# Teich neu bepflanzen



## red clouds (29. Sep. 2009)

Hallo Teichbesitzer,

ich bin neu hier und würde gerne meinen Teich neu anlegen. Er besteht schon seit ca. 10 Jahren, fasst 700l und ist 80cm tief. Es ist eine Schale, sie sieht ungefähr so aus: http://thumbs1.ebaystatic.com/pict/1603623727084040_1.jpg
In dem "eingebauten Uferbereich" der Teichschale wächst ein Gras (https://www.hobby-gartenteich.de/forum/vbglossar.php?do=showentry&id=651 2.bild, rechts, kann das bitte jemand bestimmen?) und eine Seerose. Bis vor einem Jahr waren Goldfische drinnen, die ihren Bestand von selbst gehalten haben, ohne füttern, leider ist letzten Herbst der Teich, wegen Pflaumen, die hineingefallen sind, gekippt und die Fische alle gestorben. Es sollen aber wieder Fische hinein. Im Teich ist keinerlei Substrat, das Gras hat den kompletten Uferbereich mit einer dicken Wurzelmatte umkreist und die Seerose steht in einem Korb am Boden. Grün war das Wasser noch nie, aber im Sommer wachsen sehr viele Fadenalgen darin. Jetzt würde ich den Teich gerne neu bepflanzen, da 2 Pflanzen langweilig aussehen und den Teich im Sommer nicht vor Algenwachstum bewahren. Was könntet ihr mir für diesen Teich für robuste, winterharte und mehrjährige Unterwasserpflanzen, Uferpflanzen und Schwimmpflanzen empfehlen? Benötigt der Teich und die Pflanzen Substrat? Wenn ja, wie mach ich das, dass es im Uferbereich bleibt und nicht durch die Abflüsse nach unten rinnt? Ist __ Hornkraut, __ Wasserpest und __ Quellmoos geeignet? Entschuldigung für meine Ahnungslosigkeit, ich habe schon mit dem Lesen angefangen, dauert aber noch bis ich mich richtig auskenne Ich würde mich sehr über Antworten freuen!

Gruß
red clouds


----------



## red clouds (1. Okt. 2009)

*AW: Teich neu bepflanzen*

So, hab mich jetzt mal informiert
Ich würde gerne folgende Pflanzen bestellen: __ Hornblatt, __ Seekanne, __ Papageienfeder, Tannenwedel, __ Hechtkraut, Pfeilblatt, __ Froschlöffel, __ Sumpfdotterblume, Wasserdickblatt, __ Froschbiss.
Kann ich die jetzt noch pflanzen oder ist es besser, wenn ich damit bis zum nächsten Frühjahr warte?


----------



## axel (2. Okt. 2009)

*AW: Teich neu bepflanzen*

Hallo red clouds 

:willkommen
Schöne Pflanzenauswahl hast Du getroffen
Wasserschwertlilie kann ich Dir noch empfehlen .
Ich würd die Pflanzen im Mai kaufen .
Geht jetzt aber auch noch bei einigen Händlern .
Wie ist Dein Vorname ?

lg
axel


----------



## red clouds (2. Okt. 2009)

*AW: Teich neu bepflanzen*

Mein Name ist Stefan,


axel schrieb:


> Geht jetzt aber auch noch bei einigen Händlern .

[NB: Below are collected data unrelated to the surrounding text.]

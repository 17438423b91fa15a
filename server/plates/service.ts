// A program's rule profiles: follow a shipped preset, copy one and edit it, choose the one that
// applies. The caller has checked `program.manage` for every change.
import { createError } from 'h3'
import type { z } from 'zod'
import { PRESET_PROFILES, copyProfile, presetProfile, type RuleProfile } from '../../shared/plates/profiles'
import { markChanged } from '../../shared/plates/provenance'
import type { newRuleProfileSchema, ruleProfilePatchSchema } from '../../shared/plates/schemas'
import type { RuleProfilesPage, RuleProfileView } from '../../shared/types/plates'
import { inTransaction, type Db } from '../platform/db'
import { fieldError } from '../platform/http'
import { flags, type Actor } from '../policy'
import { audit, by } from '../history/service'
import { PLATE_FONTS } from './font'
import { findRuleProfile, programProfiles, resolveProfile, type RuleProfileRow } from './queries'

export const plateFontChoices = () => PLATE_FONTS.map((f) => ({ id: f.id, label: `${f.family} ${f.style}`, licence: f.licence }))

export function toProfileView(row: RuleProfileRow): RuleProfileView | null {
  const profile = resolveProfile(row)
  if (!profile) return null
  return { id: row.id, name: row.name, presetKey: row.preset_key, copiedFrom: row.copied_from, editable: row.preset_key === null, profile }
}

export async function ruleProfilesPage(db: Db, actor: Actor): Promise<RuleProfilesPage> {
  const [rows, program] = await Promise.all([
    programProfiles(db, actor.programId),
    db.selectFrom('program').select('rule_profile_id').where('id', '=', actor.programId).executeTakeFirstOrThrow(),
  ])
  return {
    presets: [...PRESET_PROFILES],
    profiles: rows.map(toProfileView).filter((v): v is RuleProfileView => v !== null),
    chosenId: program.rule_profile_id,
    fonts: plateFontChoices(),
    can: flags(actor, ['program.manage']),
  }
}

const presetName = (p: RuleProfile) => `${p.competition} ${p.season}`

/** A copy's key: its own, so a copy never passes for the preset it came from. */
const copyKey = (programId: number) => `p${programId}-${Date.now().toString(36)}${Math.random().toString(36).slice(2, 6)}`

export async function addRuleProfile(db: Db, actor: Actor, input: z.output<typeof newRuleProfileSchema>): Promise<RuleProfileView> {
  return inTransaction(db, async (trx) => {
    let values: { name: string; preset_key: string | null; profile: string | null; copied_from: string | null }
    if ('presetKey' in input) {
      const preset = presetProfile(input.presetKey)
      if (!preset) throw fieldError(400, 'Please check the form: choose one of the shipped presets.', 'presetKey', 'No such preset.')
      if (!input.copy) {
        // Following a preset: one row per preset, found again if the program has it already.
        const had = await trx.selectFrom('rule_profile').select('id').where('program_id', '=', actor.programId).where('preset_key', '=', preset.key).executeTakeFirst()
        if (had) return toProfileView((await findRuleProfile(trx, actor.programId, had.id))!)!
      }
      values = input.copy
        ? { name: input.name ?? `${presetName(preset)} (our copy)`, preset_key: null, profile: JSON.stringify(copyProfile(preset, copyKey(actor.programId))), copied_from: presetName(preset) }
        : { name: input.name ?? presetName(preset), preset_key: preset.key, profile: null, copied_from: null }
    } else {
      const from = await findRuleProfile(trx, actor.programId, input.copyOf)
      const rules = from && resolveProfile(from)
      if (!from || !rules) throw fieldError(400, 'Please check the form: choose one of the program\'s profiles to copy.', 'copyOf', 'No such profile.')
      values = { name: input.name ?? `${from.name} (copy)`, preset_key: null, profile: JSON.stringify(copyProfile(rules, copyKey(actor.programId))), copied_from: from.name }
    }
    const row = await trx.insertInto('rule_profile').values({ program_id: actor.programId, created_by: actor.id, ...values }).returning('id').executeTakeFirstOrThrow()
    await audit(trx, { ...by(actor), action: 'add-rule-profile', subject: 'program', subjectId: actor.programId, detail: { name: values.name, from: values.copied_from ?? values.preset_key } })
    return toProfileView((await findRuleProfile(trx, actor.programId, row.id))!)!
  })
}

export async function editRuleProfile(db: Db, actor: Actor, row: RuleProfileRow, patch: z.output<typeof ruleProfilePatchSchema>): Promise<RuleProfileView> {
  if (row.preset_key || !row.profile) {
    throw createError({ statusCode: 409, message: 'This profile follows a shipped preset and cannot be edited: make a copy and edit that.' })
  }
  const before = row.profile
  // The copy keeps its own key whatever the form sent.
  const profile = patch.profile ? markChanged(before, { ...patch.profile, key: before.key }) : before
  const name = patch.name ?? row.name
  return inTransaction(db, async (trx) => {
    await trx.updateTable('rule_profile').set({ name, profile: JSON.stringify(profile), updated_at: new Date() })
      .where('id', '=', row.id).where('program_id', '=', actor.programId).execute()
    await audit(trx, { ...by(actor), action: 'edit-rule-profile', subject: 'program', subjectId: actor.programId, detail: { name } })
    return toProfileView((await findRuleProfile(trx, actor.programId, row.id))!)!
  })
}

export async function chooseRuleProfile(db: Db, actor: Actor, id: number | null): Promise<RuleProfilesPage> {
  await inTransaction(db, async (trx) => {
    const row = id === null ? null : await findRuleProfile(trx, actor.programId, id)
    if (id !== null && !row) throw fieldError(400, 'Please check the form: choose one of the program\'s profiles.', 'ruleProfileId', 'No such profile.')
    await trx.updateTable('program').set({ rule_profile_id: id }).where('id', '=', actor.programId).execute()
    await audit(trx, { ...by(actor), action: 'choose-rule-profile', subject: 'program', subjectId: actor.programId, detail: { name: row?.name ?? null } })
  })
  return ruleProfilesPage(db, actor)
}
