import { batchCutSchema } from '#shared/utils/schemas'
import { useDb } from '#server/platform/db'
import { findBatch } from '#server/batches/queries'
import { cutBatch } from '#server/batches/service'

// Every job in the batch is marked cut; the shared sheets leave the shelf once.
export default defineEventHandler(async (event) => {
  const actor = await requireCan(event, 'queue.work')
  const db = useDb()
  const batch = await findBatch(db, actor, idParam(event))
  if (!batch) throw createError({ statusCode: 404, message: 'No such batch.' })
  const input = await readJson(event, batchCutSchema)
  return cutBatch(db, actor, batch, input)
})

Ja, z.B. bei Naturagart sind alle Pflanzen noch lieferbar. Ich denke ich werd das doch noch so schnell wie möglich in Angriff nehmen, dann starten sie nächstes Jahr besser. Irgendwo habe ich gelesen, man kann solange Teichpflanzen pflanzen, wie sie eben angeboten werden, ich hoffe das stimmt:beeten


axel schrieb:


> Wasserschwertlilie kann ich Dir noch empfehlen .


Alles klar, die kommt auch noch mit rein

Gruß
Stefan


----------



## boesihexi (3. Okt. 2009)

*AW: Teich neu bepflanzen*

hallo stefan,

ich habe heute meine lieferung von john bekommen und werde heute meinen teich neu bepflanzen. wie die pflanzen nächstes jahr werden kann ich noch nicht sagen, aber die beratung und der preis stimmt bei john allemal. wenn du also noch nichts bestellt hast, suche mal im forum nach "john". so bin ich auch zu ihm gekommen, über einen beitrag aus dem forum.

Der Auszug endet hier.